I recall another complication with websockets: IIRC it's with proxy load balancers, like binding a connection to a single connection server, even if the backend connection is using HTTP/2. I probably have the details wrong. I'm sure someone will correct my statement.
I think there is a way to do it, but it likely involves custom headers on the initial connection that the load balancer can read to route to the correct origin server.
I imagine the way it might go is that the client would first send an HTTP request to an endpoint that returns routing instructions, and then use that in the custom headers it sends when initiating the WebSocket connection.
I think it's more that WebSockets are held open for a long time, so if you're not careful, you can get "hot" backends with a lot of connections that you can't shift to a different instance.

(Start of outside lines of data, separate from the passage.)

def shares_table(findings: Findings) -> Table:
    """Implied shares with intervals, band verdicts and the z-test against the point."""
    pct = round(findings.settings.confidence * 100)
    reasons = Reasons()
    rows = []
    for r in findings.results:
        first = True
        lines = [(v.estimate, v) for v in r.shares] + [(e, None) for e in r.speed]
        for e, v in lines:
            x = EXTRA_DIGITS.get(e.name, 0)
            reasons.add(e.reason, r.column)
            if v and v.point_test:
                reasons.add(v.point_test.reason, r.column)
            if e.has_value:
                value = Cell("number", e.value, extra_digits=x, remark=e.remark)
                se = Cell("number", e.se, extra_digits=x)
                delta = Cell("interval", (e.low, e.high), extra_digits=x)
            else:
                value, se, delta = Cell("text", e.missing), Cell("text", "-"), Cell("text", "-")
            cells = (
                Cell("text", e.name), value, se, delta,
                _interval_cell(e.exact_low, e.exact_high, x),
                Cell("interval", v.band) if v and v.band else Cell("text", "-"),
                Cell("text", share_status(v, r) if v else ""),
                test_cell(v.point_test, False) if v and v.point_test else Cell("text", "-"),
            )
            rows.append(Row(r.column if first else "", cells))
            first = False
    cols = (("share",), ("estimate",), ("s.e.",), (f"{pct}% interval (delta)",),
            (f"{pct}% interval (endpoints)",), ("plausible band",), ("verdict",),
            ("p (share = point)",))
    pts = ", ".join(f"{k} = {v:.4g}" for k, v in findings.settings.points.items())
    notes = ["Verdict: 'inside' when the whole interval lies in the band, 'overlaps' when they "
             "share some values, 'outside' when they share none.",
             "Endpoint interval: the coefficient's interval mapped through the share formula "
             "(exact where the share depends on one coefficient).",
             f"Test points: {pts}.",
             "lam: speed of convergence per year (negative: divergence); half_life: years to "
             "close half the gap to the steady state (growth forms), its intervals mapped from "
             "lam's, unbounded where lam's interval reaches zero."]
    return Table("implied_shares", "Implied capital shares", "equation / sample", cols,
                 tuple(rows), tuple(notes + reasons.notes()))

It can also be harder to rotate backends since you know you are disrupting a large number of active clients.
The trick to doing this efficiently is to arrange for the live session state to be available (through replication or some data bus) at the alternative back end before cut over.
Another option is to have the client automatically reconnect. That way your backend can just drop the connection when it needs to, and the load balancing infra will make sure the reconnection ends up on a different server.
Of course you do want to make sure the client has exponential backoff and jitter when reconnecting, as to avoid thundering herd problems.
The relevant state will need to be available to all servers as well. Anything that's only known to the original server will be lost as it drops connections. On a modern deployment with a database and probably redis available this isn't too big of an ask.
Horizontal scaling is certainly a challenge. With traditional load balancers, you don't control which instance your clients get routed to, so you end up needing to use message brokers or stateful routing to ensure message broadcasts work correctly with multiple websocket server instances.